Activity> From the records below, output exactly the lines running from the line containing "generate_series(-3000, 3000, 7)" through the line containing "WHEN 3 THEN", and no others.

Stored items
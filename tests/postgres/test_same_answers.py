# SPDX-License-Identifier: MIT
# ctest-labels: postgres
"""almanac in PostgreSQL gives the SQLite module's answers, query by query.

The same seeded table (seeded_sales.py: 120,000 rows, TEXT and typed times,
three zones) is loaded into SQLite, with the built almanac.so in Python's
sqlite3 module, and into a PostgreSQL 15 server of our own (pg_servers.py)
with the extension installed from this build. Each query runs in both; the
answers are compared value by value (engine_answers.py).
Source of every expected value: the SQLite module's answer to the same query
(`# oracle: almanac.so in sqlite3`). Exact functions (period keys and labels,
exact_sum, moving_mean, median, mad, theil_sen_slope, mann_kendall_p — the same
core and the same C library on this machine — sparkline and the charts) must
give the same bits; resid_sd, slope_stderr and ewma the same value within
1e-12 relative. Typed PostgreSQL times (timestamptz, timestamp, date) are
compared with the SQLite form that means the same: Unix seconds for an
instant, local wall-clock TEXT for a timestamp, a TEXT date for a date.
"""
import pytest

from conftest import connect
import engine_answers
import seeded_sales
from pg_servers import PrivateInstallation, Server

ROWS = 120_000
counts = {}


@pytest.fixture(scope="module")
def rows():
    return seeded_sales.generate(ROWS)


@pytest.fixture(scope="module")
def lite(rows):
    connection = connect()
    seeded_sales.load_sqlite(connection, rows)
    yield connection
    connection.close()


@pytest.fixture(scope="module")
def pg(rows):
    with PrivateInstallation() as installation, Server(installation, "single") as server:
        connection = server.connect()
        connection.cursor().execute("CREATE EXTENSION almanac")
        seeded_sales.load_postgres(connection, rows)
        yield connection
        connection.close()
    print(f"\ncompared values: {counts}")


def fetch_pg(pg, sql):
    with pg.cursor() as cursor:
        cursor.execute(sql)
        return cursor.fetchall()


def check(name, lite, pg, sqlite_sql, pg_sql, **options):
    expected = lite.execute(sqlite_sql).fetchall()  # oracle: almanac.so in sqlite3, the same query
    got = fetch_pg(pg, pg_sql)
    assert expected, f"{name}: the SQLite query gave no rows, nothing would be compared"
    counts[name] = engine_answers.compare(name, expected, got, **options)


# (spec, with the shop's zone?): day and longer units, sub-day ones, fiscal, anchored
SPECS = [("week", True), ("month", True), ("quarter starting april", True), ("half-month", False),
         ("day", True), ("15 minutes", True), ("hour", True), ("year starting july", False),
         ("2 weeks from 2024-01-03", True), ("week starting sunday", True)]
# wall-clock times and dates, with ISO durations and multiples
LOCAL_SPECS = ["week", "month", "half-month", "P1D", "quarter starting april", "6 months", "hour", "3 hours"]
SUB_DAY = {"15 minutes", "hour", "3 hours"}


def spec_id(case):
    return f"{case[0]}{' zoned' if case[1] else ''}"


@pytest.mark.parametrize("case", SPECS, ids=spec_id)
def test_period_functions_on_text_times(lite, pg, case):
    spec, zoned = case
    z = ", zone" if zoned else ""
    columns = (f"period_floor({{t}}, '{spec}'{z}), period_end({{t}}, '{spec}'{z}), "
               f"period_label({{t}}, '{spec}'{z}), period_serial({{t}}, '{spec}'{z}), "
               f"period_shift({{t}}, 3, '{spec}'{z}), period_shift({{t}}, -14, '{spec}'{z})")
    check(f"text {spec_id(case)}", lite, pg,
          f"SELECT id, {columns.format(t='ts_text')} FROM sales ORDER BY id",
          f"SELECT id, {columns.format(t='ts_text')} FROM sales ORDER BY id")


@pytest.mark.parametrize("case", SPECS, ids=spec_id)
def test_period_functions_on_timestamptz(lite, pg, case):
    # An instant: PostgreSQL's timestamptz against SQLite's Unix seconds (x).
    spec, zoned = case
    z = ", zone" if zoned else ""
    pg_columns = (f"extract(epoch FROM period_floor(ts, '{spec}'{z})), extract(epoch FROM period_end(ts, '{spec}'{z})), "
                  f"period_label(ts, '{spec}'{z}), period_serial(ts, '{spec}'{z}), "
                  f"extract(epoch FROM period_shift(ts, 3, '{spec}'{z}))")
    lite_columns = (f"period_floor(x, '{spec}'{z}), period_end(x, '{spec}'{z}), period_label(x, '{spec}'{z}), "
                    f"period_serial(x, '{spec}'{z}), period_shift(x, 3, '{spec}'{z})")
    check(f"timestamptz {spec_id(case)}", lite, pg,
          f"SELECT id, {lite_columns} FROM sales ORDER BY id",
          f"SELECT id, {pg_columns} FROM sales ORDER BY id", numeric_ok=True)


@pytest.mark.parametrize("spec", LOCAL_SPECS)
def test_period_functions_on_timestamp_and_date(lite, pg, spec):
    # A wall-clock timestamp reads as SQLite reads local TEXT without an offset;
    # a date as a TEXT date. SQLite's datetime() writes both floors in one form.
    check(f"timestamp {spec}", lite, pg,
          f"SELECT id, datetime(period_floor(local, '{spec}')), datetime(period_end(local, '{spec}')), "
          f"period_label(local, '{spec}'), period_serial(local, '{spec}') FROM sales ORDER BY id",
          f"SELECT id, to_char(period_floor(local, '{spec}'), 'YYYY-MM-DD HH24:MI:SS'), "
          f"to_char(period_end(local, '{spec}'), 'YYYY-MM-DD HH24:MI:SS'), "
          f"period_label(local, '{spec}'), period_serial(local, '{spec}') FROM sales ORDER BY id")
    if spec in SUB_DAY:
        return
    check(f"date {spec}", lite, pg,
          f"SELECT id, period_floor(day, '{spec}'), period_end(day, '{spec}'), period_label(day, '{spec}'), "
          f"period_serial(day, '{spec}'), period_shift(day, 2, '{spec}') FROM sales ORDER BY id",
          f"SELECT id, period_floor(day, '{spec}')::text, period_end(day, '{spec}')::text, "
          f"period_label(day, '{spec}'), period_serial(day, '{spec}'), period_shift(day, 2, '{spec}')::text "
          f"FROM sales ORDER BY id")


def test_period_positions(lite, pg):
    pairs = [("day", "week"), ("day", "week starting sunday"), ("month", "year"), ("month", "year starting april"),
             ("quarter", "year"), ("day", "month"), ("day", "year"), ("half-month", "year"), ("week", "year"),
             ("hour", "day")]
    columns = ", ".join(f"period_position({{t}}, '{spec}', '{cycle}', zone)" for spec, cycle in pairs)
    check("period_position text", lite, pg, f"SELECT id, {columns.format(t='ts_text')} FROM sales ORDER BY id",
          f"SELECT id, {columns.format(t='ts_text')} FROM sales ORDER BY id")
    check("period_position timestamptz", lite, pg, f"SELECT id, {columns.format(t='x')} FROM sales ORDER BY id",
          f"SELECT id, {columns.format(t='ts')} FROM sales ORDER BY id")


def test_valid_time_and_version(lite, pg):
    check("valid_time", lite, pg, "SELECT id, valid_time(ts_text), valid_time(local || 'x') FROM sales ORDER BY id",
          "SELECT id, valid_time(ts_text)::int, valid_time(local::text || 'x')::int FROM sales ORDER BY id")
    check("almanac_version", lite, pg, "SELECT almanac_version()", "SELECT almanac_version()")


def test_period_of_serial_and_periods(lite, pg):
    serials = "WITH RECURSIVE s(n) AS (SELECT -3000 UNION ALL SELECT n + 7 FROM s WHERE n + 7 <= 3000) "
    for spec, zone in (("week", None), ("month", "Australia/Adelaide"), ("hour", "America/Denver"),
                       ("half-month", None), ("quarter starting april", "Asia/Kolkata"), ("15 minutes", "America/Denver")):
        z = f", '{zone}'" if zone else ""
        check(f"period_of_serial {spec}", lite, pg,
              serials + f"SELECT n, period_of_serial(n, '{spec}'{z}) FROM s ORDER BY n",
              f"SELECT n, period_of_serial(n, '{spec}'{z}) FROM generate_series(-3000, 3000, 7) AS n ORDER BY n")
    for start, stop, spec, zone in (("2024-03-01", "2024-04-15", "hour", "America/Denver"),
                                    ("2024-01-01", "2027-01-01", "week", None),
                                    ("2024-09-25", "2024-10-20", "day", "Australia/Adelaide"),
                                    ("2020-02-10", "2031-07-01", "half-month", None),
                                    ("2024-01-01", "2026-12-31", "quarter starting april", "Asia/Kolkata")):
        z = f", '{zone}'" if zone else ""
        check(f"periods {spec}", lite, pg,
              f"SELECT period_start, period_end, label, serial FROM periods('{start}', '{stop}', '{spec}'{z})",
              f"SELECT period_start, period_end, label, serial FROM periods('{start}'::text, '{stop}'::text, '{spec}'{z})")


def test_reading_exports(lite, pg):
    # The export readers over texts made from the seeded rows.
    check("to_time", lite, pg,
          "SELECT id, to_time(strftime('%d/%m/%Y %H:%M', local), '%d/%m/%Y %H:%M', zone), "
          "to_time(strftime('%d/%m/%Y %H:%M', local), '%d/%m/%Y %H:%M'), "
          "to_time(strftime('%Y%m%d', local), '%Y%m%d') FROM sales ORDER BY id",
          "SELECT id, to_time(to_char(local, 'DD/MM/YYYY HH24:MI'), '%d/%m/%Y %H:%M', zone), "
          "to_time(to_char(local, 'DD/MM/YYYY HH24:MI'), '%d/%m/%Y %H:%M'), "
          "to_time(to_char(local, 'YYYYMMDD'), '%Y%m%d') FROM sales ORDER BY id")
    amounts = ("CASE id % 4 WHEN 0 THEN '$' || {a} WHEN 1 THEN {a} || ' EUR' "
               "WHEN 2 THEN '(' || {a} || ')' ELSE replace({a}, '.', ',') END")
    query = ("SELECT id, to_amount({texts}, CASE id % 4 WHEN 3 THEN ',' ELSE '.' END) FROM sales "
             "WHERE amount BETWEEN 0 AND 999 ORDER BY id")
    check("to_amount", lite, pg, query.format(texts=amounts.format(a="printf('%.2f', amount)")),
          query.format(texts=amounts.format(a="to_char(amount, 'FM9990.00')")))


# family: (exact calls, calls within 1e-12 relative); {t} is the time column of the engine
FAMILIES = {
    "sums": ("exact_sum(amount), exact_sum(qty), moving_mean(amount), moving_mean(qty), moving_mean(amount, 100)", ""),
    "order statistics": ("median(amount), median(qty), mad(amount)", ""),
    "trends": ("theil_sen_slope(amount, x), theil_sen_slope(amount, x, dow), mann_kendall_p(amount, x), "
               "mann_kendall_p(amount, x, dow), mann_kendall_p(qty, x)", ""),
    "moments": ("", "resid_sd(amount, x), slope_stderr(amount, x), ewma(amount, x, 604800.0), ewma(amount, {t}, '2 weeks')"),
    "sparkline": ("sparkline(amount, x), sparkline(qty, {t})", ""),
}
GROUPINGS = ["", "shop, item", "shop, item, period_label({t}, 'month', zone)", "shop, period_serial({t}, 'week', zone)"]


@pytest.mark.parametrize("grouping", GROUPINGS, ids=lambda g: f"by ({g})")
@pytest.mark.parametrize("family", FAMILIES)
def test_aggregates(lite, pg, family, grouping):
    exact, close = FAMILIES[family]
    keys = grouping + ", " if grouping else ""
    group = f" GROUP BY {grouping} ORDER BY {grouping}" if grouping else ""
    offset = len(grouping.split(", ")) if grouping else 0
    calls = ", ".join(c for c in (exact, close) if c)
    first_close = offset + (exact.count("(") if exact else 0)  # one parenthesis per call
    query = f"SELECT {keys}{calls} FROM sales{group}"
    inexact = range(first_close, first_close + close.count(", ") + 1) if close else ()
    check(f"{family} by ({grouping})", lite, pg, query.format(t="ts_text"), query.format(t="ts"), inexact=inexact)


def test_charts(lite, pg):
    weekly = ("SELECT shop, period_floor({t}, 'week') AS week, exact_sum(amount) AS total FROM sales "
              "WHERE item = 'tea' AND {t} < {until} GROUP BY shop, week")
    lite_weekly = weekly.format(t="ts_text", until="'2024-07-01'")
    pg_weekly = weekly.format(t="ts_text", until="'2024-07-01'::text")
    for chart in ("svg_line_chart(week, total, shop)", "svg_line_chart(week, total, shop, 'smooth', "
                  "'{\"title\": \"Tea <weekly>\", \"width\": 640}')",
                  "svg_bar_chart(week, total, shop)", "svg_bar_chart(week, total, shop, '{\"y_caption\": \"EUR\"}')"):
        check(chart, lite, pg, f"SELECT {chart} FROM ({lite_weekly})", f"SELECT {chart} FROM ({pg_weekly}) AS w")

Solution to the problem>
              f"SELECT n, period_of_serial(n, '{spec}'{z}) FROM generate_series(-3000, 3000, 7) AS n ORDER BY n")
    for start, stop, spec, zone in (("2024-03-01", "2024-04-15", "hour", "America/Denver"),
                                    ("2024-01-01", "2027-01-01", "week", None),
                                    ("2024-09-25", "2024-10-20", "day", "Australia/Adelaide"),
                                    ("2020-02-10", "2031-07-01", "half-month", None),
                                    ("2024-01-01", "2026-12-31", "quarter starting april", "Asia/Kolkata")):
        z = f", '{zone}'" if zone else ""
        check(f"periods {spec}", lite, pg,
              f"SELECT period_start, period_end, label, serial FROM periods('{start}', '{stop}', '{spec}'{z})",
              f"SELECT period_start, period_end, label, serial FROM periods('{start}'::text, '{stop}'::text, '{spec}'{z})")


def test_reading_exports(lite, pg):
    # The export readers over texts made from the seeded rows.
    check("to_time", lite, pg,
          "SELECT id, to_time(strftime('%d/%m/%Y %H:%M', local), '%d/%m/%Y %H:%M', zone), "
          "to_time(strftime('%d/%m/%Y %H:%M', local), '%d/%m/%Y %H:%M'), "
          "to_time(strftime('%Y%m%d', local), '%Y%m%d') FROM sales ORDER BY id",
          "SELECT id, to_time(to_char(local, 'DD/MM/YYYY HH24:MI'), '%d/%m/%Y %H:%M', zone), "
          "to_time(to_char(local, 'DD/MM/YYYY HH24:MI'), '%d/%m/%Y %H:%M'), "
          "to_time(to_char(local, 'YYYYMMDD'), '%Y%m%d') FROM sales ORDER BY id")
    amounts = ("CASE id % 4 WHEN 0 THEN '$' || {a} WHEN 1 THEN {a} || ' EUR' "
               "WHEN 2 THEN '(' || {a} || ')' ELSE replace({a}, '.', ',') END")
    query = ("SELECT id, to_amount({texts}, CASE id % 4 WHEN 3 THEN ',' ELSE '.' END) FROM sales "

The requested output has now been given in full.